*** Block opens ***

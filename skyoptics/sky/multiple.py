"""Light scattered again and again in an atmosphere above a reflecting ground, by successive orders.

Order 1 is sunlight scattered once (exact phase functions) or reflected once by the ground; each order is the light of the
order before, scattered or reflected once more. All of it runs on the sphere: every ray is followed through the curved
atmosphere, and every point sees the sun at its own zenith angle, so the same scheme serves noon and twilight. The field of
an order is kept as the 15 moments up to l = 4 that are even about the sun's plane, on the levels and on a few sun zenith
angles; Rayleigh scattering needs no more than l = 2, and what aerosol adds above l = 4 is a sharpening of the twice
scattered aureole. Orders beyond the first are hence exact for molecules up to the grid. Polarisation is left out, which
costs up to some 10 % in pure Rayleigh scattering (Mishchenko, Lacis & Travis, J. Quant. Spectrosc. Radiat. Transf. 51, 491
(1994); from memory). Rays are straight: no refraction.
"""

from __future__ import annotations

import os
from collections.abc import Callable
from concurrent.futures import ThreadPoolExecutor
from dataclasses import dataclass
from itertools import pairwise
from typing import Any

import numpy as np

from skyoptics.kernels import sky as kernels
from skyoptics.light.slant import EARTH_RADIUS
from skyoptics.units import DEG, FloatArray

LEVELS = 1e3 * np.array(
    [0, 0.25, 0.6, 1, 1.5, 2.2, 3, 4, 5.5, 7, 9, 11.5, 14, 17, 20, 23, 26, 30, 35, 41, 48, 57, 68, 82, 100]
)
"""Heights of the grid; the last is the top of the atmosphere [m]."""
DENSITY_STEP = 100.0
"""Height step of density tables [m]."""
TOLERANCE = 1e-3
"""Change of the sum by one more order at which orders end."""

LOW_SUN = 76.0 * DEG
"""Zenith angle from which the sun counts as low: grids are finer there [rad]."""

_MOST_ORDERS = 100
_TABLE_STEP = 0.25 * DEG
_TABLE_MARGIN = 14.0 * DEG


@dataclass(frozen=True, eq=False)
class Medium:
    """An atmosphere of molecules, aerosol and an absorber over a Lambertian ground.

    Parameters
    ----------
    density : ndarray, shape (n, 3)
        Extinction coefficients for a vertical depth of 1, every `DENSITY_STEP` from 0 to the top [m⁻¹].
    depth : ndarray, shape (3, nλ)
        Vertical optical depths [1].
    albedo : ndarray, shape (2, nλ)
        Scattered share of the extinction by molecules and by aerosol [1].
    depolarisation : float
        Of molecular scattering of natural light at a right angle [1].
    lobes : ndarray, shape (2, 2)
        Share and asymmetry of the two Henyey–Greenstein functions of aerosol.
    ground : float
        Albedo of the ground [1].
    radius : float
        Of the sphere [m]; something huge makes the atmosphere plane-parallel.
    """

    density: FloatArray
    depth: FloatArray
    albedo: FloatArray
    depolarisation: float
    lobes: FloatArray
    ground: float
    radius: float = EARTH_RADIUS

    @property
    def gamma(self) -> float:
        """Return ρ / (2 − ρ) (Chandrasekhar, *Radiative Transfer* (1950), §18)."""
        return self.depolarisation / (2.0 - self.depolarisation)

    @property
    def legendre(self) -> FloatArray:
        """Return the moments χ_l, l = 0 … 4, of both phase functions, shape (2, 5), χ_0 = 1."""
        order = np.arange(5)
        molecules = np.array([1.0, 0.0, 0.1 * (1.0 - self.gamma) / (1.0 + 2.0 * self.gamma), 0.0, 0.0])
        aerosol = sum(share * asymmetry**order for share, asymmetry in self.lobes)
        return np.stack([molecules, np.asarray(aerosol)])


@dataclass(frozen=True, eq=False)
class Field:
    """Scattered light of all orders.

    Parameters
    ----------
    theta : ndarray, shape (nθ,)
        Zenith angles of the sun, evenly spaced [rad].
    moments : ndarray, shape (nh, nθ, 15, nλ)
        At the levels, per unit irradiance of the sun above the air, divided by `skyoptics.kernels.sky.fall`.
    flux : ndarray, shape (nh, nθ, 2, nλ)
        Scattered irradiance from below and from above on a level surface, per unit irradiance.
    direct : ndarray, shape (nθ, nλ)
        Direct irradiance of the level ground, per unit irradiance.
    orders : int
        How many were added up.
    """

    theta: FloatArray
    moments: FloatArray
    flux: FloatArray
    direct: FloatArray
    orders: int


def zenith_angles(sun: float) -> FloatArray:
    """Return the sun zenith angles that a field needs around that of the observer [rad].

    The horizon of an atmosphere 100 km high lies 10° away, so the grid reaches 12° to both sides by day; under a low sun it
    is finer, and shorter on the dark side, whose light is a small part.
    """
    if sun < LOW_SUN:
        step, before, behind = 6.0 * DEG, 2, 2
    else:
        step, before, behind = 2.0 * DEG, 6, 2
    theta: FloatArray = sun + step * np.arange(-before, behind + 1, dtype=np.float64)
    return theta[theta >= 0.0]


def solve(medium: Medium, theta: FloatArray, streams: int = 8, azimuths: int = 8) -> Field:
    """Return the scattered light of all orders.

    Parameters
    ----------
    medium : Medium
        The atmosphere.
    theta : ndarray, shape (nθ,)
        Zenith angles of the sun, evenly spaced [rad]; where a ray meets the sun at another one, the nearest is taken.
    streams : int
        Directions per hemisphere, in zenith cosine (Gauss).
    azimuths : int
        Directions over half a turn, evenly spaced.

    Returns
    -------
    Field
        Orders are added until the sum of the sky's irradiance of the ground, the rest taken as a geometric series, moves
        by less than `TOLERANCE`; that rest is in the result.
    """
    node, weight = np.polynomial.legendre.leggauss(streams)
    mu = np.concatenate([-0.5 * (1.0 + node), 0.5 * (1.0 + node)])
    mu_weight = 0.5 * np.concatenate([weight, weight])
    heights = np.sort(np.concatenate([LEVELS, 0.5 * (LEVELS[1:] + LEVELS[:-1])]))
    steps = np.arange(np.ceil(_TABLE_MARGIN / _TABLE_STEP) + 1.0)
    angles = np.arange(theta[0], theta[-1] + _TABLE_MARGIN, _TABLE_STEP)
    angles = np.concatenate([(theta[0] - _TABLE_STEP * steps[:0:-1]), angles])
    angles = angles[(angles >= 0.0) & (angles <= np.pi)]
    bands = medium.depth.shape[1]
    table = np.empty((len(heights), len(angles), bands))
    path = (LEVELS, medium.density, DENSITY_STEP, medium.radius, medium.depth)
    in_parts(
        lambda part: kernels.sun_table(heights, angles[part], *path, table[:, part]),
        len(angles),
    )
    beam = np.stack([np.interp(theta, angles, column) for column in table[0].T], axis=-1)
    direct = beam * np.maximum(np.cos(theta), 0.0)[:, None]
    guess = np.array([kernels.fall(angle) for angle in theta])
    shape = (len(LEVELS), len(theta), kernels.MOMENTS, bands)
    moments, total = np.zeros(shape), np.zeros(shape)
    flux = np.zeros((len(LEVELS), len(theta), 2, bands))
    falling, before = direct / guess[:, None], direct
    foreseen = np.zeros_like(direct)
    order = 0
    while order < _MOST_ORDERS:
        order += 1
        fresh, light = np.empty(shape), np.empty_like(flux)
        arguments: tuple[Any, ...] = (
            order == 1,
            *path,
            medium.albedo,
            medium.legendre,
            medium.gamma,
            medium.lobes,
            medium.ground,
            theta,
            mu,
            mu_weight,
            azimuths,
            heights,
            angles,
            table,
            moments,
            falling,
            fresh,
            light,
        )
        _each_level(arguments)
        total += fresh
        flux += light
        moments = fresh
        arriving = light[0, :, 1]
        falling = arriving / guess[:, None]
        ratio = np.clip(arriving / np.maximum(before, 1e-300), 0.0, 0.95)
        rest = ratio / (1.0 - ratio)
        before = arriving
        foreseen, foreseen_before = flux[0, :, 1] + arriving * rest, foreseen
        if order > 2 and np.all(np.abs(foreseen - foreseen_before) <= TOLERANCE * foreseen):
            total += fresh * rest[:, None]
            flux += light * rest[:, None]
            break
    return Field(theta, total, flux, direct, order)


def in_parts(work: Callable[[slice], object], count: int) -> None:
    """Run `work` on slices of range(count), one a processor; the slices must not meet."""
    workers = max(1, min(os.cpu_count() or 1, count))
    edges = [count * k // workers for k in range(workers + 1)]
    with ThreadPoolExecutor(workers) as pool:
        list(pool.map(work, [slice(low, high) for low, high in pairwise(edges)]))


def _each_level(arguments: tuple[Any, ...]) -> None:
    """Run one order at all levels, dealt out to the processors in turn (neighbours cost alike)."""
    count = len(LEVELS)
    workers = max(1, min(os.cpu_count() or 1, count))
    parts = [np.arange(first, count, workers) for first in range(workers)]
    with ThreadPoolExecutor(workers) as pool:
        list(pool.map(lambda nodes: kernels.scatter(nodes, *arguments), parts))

*** Block closes ***
*** Block opens ***

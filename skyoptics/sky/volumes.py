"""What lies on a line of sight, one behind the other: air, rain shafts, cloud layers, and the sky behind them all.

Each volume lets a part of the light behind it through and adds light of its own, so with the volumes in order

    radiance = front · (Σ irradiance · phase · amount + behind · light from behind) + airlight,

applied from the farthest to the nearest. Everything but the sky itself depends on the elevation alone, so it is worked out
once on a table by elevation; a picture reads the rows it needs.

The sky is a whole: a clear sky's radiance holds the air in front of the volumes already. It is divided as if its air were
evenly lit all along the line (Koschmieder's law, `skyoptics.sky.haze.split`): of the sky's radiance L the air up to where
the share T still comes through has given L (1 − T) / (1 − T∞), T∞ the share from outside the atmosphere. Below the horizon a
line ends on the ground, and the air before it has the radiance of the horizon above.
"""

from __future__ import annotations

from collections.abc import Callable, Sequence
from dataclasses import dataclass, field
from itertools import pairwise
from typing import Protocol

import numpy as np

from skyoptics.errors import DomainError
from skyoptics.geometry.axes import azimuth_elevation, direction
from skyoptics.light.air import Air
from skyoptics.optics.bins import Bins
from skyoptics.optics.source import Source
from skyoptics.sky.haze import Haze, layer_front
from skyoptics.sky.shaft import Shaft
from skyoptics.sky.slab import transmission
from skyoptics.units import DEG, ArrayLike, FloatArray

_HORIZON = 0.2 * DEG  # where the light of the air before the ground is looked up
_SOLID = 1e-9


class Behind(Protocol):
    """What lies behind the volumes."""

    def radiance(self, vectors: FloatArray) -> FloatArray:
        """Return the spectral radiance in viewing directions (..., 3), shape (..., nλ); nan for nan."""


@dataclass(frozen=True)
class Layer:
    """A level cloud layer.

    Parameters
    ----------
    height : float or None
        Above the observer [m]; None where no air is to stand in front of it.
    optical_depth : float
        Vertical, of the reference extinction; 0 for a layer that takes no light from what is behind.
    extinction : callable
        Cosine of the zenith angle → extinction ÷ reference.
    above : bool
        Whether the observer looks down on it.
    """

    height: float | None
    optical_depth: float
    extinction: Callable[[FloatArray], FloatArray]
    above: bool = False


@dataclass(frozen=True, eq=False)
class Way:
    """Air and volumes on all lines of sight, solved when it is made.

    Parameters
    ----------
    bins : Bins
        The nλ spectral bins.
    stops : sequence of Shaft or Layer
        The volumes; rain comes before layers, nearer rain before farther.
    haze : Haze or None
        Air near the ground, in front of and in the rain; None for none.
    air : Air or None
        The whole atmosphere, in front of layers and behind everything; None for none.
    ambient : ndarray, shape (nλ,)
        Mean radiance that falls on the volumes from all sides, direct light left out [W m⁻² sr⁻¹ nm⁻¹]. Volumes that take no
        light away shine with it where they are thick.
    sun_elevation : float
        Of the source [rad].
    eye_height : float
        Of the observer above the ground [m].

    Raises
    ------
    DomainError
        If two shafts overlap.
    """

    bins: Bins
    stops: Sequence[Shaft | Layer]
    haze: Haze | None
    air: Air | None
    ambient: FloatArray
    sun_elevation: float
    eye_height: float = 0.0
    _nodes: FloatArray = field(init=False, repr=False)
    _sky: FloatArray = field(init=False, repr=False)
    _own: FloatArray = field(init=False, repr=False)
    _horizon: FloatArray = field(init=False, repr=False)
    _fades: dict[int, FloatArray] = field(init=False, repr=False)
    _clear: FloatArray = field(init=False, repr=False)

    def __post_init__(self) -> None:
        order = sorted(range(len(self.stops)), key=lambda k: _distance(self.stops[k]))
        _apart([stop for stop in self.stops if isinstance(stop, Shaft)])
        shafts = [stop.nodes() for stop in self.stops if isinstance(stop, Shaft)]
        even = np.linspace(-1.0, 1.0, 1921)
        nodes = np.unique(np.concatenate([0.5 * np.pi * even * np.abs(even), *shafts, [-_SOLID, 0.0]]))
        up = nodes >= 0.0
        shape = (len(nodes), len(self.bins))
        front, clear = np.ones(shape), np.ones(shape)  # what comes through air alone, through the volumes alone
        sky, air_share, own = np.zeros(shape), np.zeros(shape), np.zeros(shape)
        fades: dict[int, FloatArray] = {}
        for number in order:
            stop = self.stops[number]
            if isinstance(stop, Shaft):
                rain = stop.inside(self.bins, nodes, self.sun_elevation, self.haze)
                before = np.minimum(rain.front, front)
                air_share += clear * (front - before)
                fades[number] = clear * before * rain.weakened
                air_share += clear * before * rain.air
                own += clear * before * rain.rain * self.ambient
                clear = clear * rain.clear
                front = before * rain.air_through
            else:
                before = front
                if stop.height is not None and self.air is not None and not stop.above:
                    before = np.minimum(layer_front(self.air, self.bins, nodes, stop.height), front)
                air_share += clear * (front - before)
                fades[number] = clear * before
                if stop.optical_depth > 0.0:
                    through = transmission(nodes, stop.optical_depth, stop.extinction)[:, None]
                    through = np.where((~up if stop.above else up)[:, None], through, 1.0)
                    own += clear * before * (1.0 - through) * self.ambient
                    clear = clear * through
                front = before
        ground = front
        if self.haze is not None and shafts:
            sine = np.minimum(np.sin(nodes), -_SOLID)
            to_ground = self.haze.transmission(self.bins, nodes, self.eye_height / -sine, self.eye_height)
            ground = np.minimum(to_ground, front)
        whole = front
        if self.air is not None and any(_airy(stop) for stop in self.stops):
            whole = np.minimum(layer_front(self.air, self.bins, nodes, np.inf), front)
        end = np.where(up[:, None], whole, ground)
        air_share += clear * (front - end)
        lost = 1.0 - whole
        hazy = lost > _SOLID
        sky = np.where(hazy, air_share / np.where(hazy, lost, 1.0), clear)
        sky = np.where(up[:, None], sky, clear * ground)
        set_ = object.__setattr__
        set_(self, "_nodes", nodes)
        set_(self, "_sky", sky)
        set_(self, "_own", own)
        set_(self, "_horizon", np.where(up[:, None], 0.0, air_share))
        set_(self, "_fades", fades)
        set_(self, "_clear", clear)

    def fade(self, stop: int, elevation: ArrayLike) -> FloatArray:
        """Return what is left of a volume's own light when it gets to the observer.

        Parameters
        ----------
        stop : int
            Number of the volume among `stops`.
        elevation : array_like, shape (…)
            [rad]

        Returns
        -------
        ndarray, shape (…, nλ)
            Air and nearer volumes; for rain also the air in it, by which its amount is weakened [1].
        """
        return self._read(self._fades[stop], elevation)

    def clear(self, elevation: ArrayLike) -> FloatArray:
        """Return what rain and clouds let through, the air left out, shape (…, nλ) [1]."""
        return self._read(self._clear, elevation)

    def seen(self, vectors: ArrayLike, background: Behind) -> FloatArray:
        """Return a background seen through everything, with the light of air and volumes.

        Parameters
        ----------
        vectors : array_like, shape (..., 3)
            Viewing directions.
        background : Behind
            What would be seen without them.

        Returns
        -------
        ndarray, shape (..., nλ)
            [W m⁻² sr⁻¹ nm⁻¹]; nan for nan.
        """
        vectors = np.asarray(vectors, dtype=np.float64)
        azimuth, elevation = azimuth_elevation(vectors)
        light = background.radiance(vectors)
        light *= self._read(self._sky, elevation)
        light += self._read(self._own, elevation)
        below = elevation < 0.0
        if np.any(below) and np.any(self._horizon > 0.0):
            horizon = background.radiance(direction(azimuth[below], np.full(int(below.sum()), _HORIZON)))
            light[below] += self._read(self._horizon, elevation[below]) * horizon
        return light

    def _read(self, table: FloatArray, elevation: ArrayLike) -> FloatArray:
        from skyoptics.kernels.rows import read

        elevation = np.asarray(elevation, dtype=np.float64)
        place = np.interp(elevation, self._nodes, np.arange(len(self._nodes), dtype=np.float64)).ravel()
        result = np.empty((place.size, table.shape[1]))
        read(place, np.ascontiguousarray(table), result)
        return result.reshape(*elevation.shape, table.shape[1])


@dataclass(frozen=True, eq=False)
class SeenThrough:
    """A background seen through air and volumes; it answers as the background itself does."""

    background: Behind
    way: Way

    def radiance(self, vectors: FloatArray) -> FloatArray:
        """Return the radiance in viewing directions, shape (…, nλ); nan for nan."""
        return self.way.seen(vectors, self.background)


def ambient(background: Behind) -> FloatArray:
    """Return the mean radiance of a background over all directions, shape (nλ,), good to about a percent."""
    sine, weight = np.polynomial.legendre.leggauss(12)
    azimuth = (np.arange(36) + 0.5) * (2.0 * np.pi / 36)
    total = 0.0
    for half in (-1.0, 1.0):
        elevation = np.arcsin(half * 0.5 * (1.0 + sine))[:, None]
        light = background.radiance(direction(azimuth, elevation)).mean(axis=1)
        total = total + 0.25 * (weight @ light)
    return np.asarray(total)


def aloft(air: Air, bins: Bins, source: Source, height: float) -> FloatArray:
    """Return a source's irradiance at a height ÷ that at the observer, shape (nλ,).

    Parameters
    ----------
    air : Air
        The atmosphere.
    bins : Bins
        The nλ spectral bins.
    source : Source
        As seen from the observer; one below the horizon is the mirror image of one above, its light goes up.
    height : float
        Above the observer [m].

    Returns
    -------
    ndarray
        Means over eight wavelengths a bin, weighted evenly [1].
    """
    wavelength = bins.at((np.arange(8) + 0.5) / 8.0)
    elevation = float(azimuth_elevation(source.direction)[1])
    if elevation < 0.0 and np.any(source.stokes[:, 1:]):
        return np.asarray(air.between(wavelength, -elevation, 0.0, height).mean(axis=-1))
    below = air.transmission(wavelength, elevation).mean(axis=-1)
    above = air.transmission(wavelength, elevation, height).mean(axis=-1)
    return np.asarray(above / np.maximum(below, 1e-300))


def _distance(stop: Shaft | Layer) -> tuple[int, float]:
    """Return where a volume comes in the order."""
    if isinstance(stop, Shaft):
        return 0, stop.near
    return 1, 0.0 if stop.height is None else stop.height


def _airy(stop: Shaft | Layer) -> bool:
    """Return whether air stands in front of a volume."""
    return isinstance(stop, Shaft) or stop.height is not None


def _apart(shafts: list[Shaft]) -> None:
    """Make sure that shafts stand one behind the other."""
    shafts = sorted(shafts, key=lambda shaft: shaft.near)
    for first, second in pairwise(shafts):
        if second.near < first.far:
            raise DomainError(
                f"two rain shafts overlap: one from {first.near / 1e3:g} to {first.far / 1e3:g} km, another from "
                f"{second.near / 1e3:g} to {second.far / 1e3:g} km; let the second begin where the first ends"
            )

*** Block closes ***
*** Block opens ***

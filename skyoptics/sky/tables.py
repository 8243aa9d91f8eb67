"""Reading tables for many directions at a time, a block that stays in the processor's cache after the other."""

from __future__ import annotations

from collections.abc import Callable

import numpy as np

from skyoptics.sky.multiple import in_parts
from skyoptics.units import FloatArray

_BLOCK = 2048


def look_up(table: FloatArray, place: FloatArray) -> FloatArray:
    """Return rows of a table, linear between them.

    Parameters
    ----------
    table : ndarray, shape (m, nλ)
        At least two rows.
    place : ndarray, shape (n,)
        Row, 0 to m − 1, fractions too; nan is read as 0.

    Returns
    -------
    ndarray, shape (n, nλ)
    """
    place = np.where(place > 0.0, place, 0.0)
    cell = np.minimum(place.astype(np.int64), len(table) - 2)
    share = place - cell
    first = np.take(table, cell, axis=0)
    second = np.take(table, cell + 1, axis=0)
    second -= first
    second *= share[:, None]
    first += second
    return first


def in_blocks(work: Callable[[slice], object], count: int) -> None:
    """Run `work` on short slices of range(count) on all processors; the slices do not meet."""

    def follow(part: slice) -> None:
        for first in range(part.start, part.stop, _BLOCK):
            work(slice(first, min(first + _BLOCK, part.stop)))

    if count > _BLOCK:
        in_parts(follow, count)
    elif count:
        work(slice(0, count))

*** Block closes ***

ABOUT THIS EXERCISE
Everything starting at the line containing "elevation = np.asarray(elevation, dtype=np.float64)" and ending at the line containing "observer, shape (nλ,)." in the records above should be repeated exactly, and only that.

RESULT OF THIS EXERCISE
        elevation = np.asarray(elevation, dtype=np.float64)
        place = np.interp(elevation, self._nodes, np.arange(len(self._nodes), dtype=np.float64)).ravel()
        result = np.empty((place.size, table.shape[1]))
        read(place, np.ascontiguousarray(table), result)
        return result.reshape(*elevation.shape, table.shape[1])


@dataclass(frozen=True, eq=False)
class SeenThrough:
    """A background seen through air and volumes; it answers as the background itself does."""

    background: Behind
    way: Way

    def radiance(self, vectors: FloatArray) -> FloatArray:
        """Return the radiance in viewing directions, shape (…, nλ); nan for nan."""
        return self.way.seen(vectors, self.background)


def ambient(background: Behind) -> FloatArray:
    """Return the mean radiance of a background over all directions, shape (nλ,), good to about a percent."""
    sine, weight = np.polynomial.legendre.leggauss(12)
    azimuth = (np.arange(36) + 0.5) * (2.0 * np.pi / 36)
    total = 0.0
    for half in (-1.0, 1.0):
        elevation = np.arcsin(half * 0.5 * (1.0 + sine))[:, None]
        light = background.radiance(direction(azimuth, elevation)).mean(axis=1)
        total = total + 0.25 * (weight @ light)
    return np.asarray(total)


def aloft(air: Air, bins: Bins, source: Source, height: float) -> FloatArray:
    """Return a source's irradiance at a height ÷ that at the observer, shape (nλ,).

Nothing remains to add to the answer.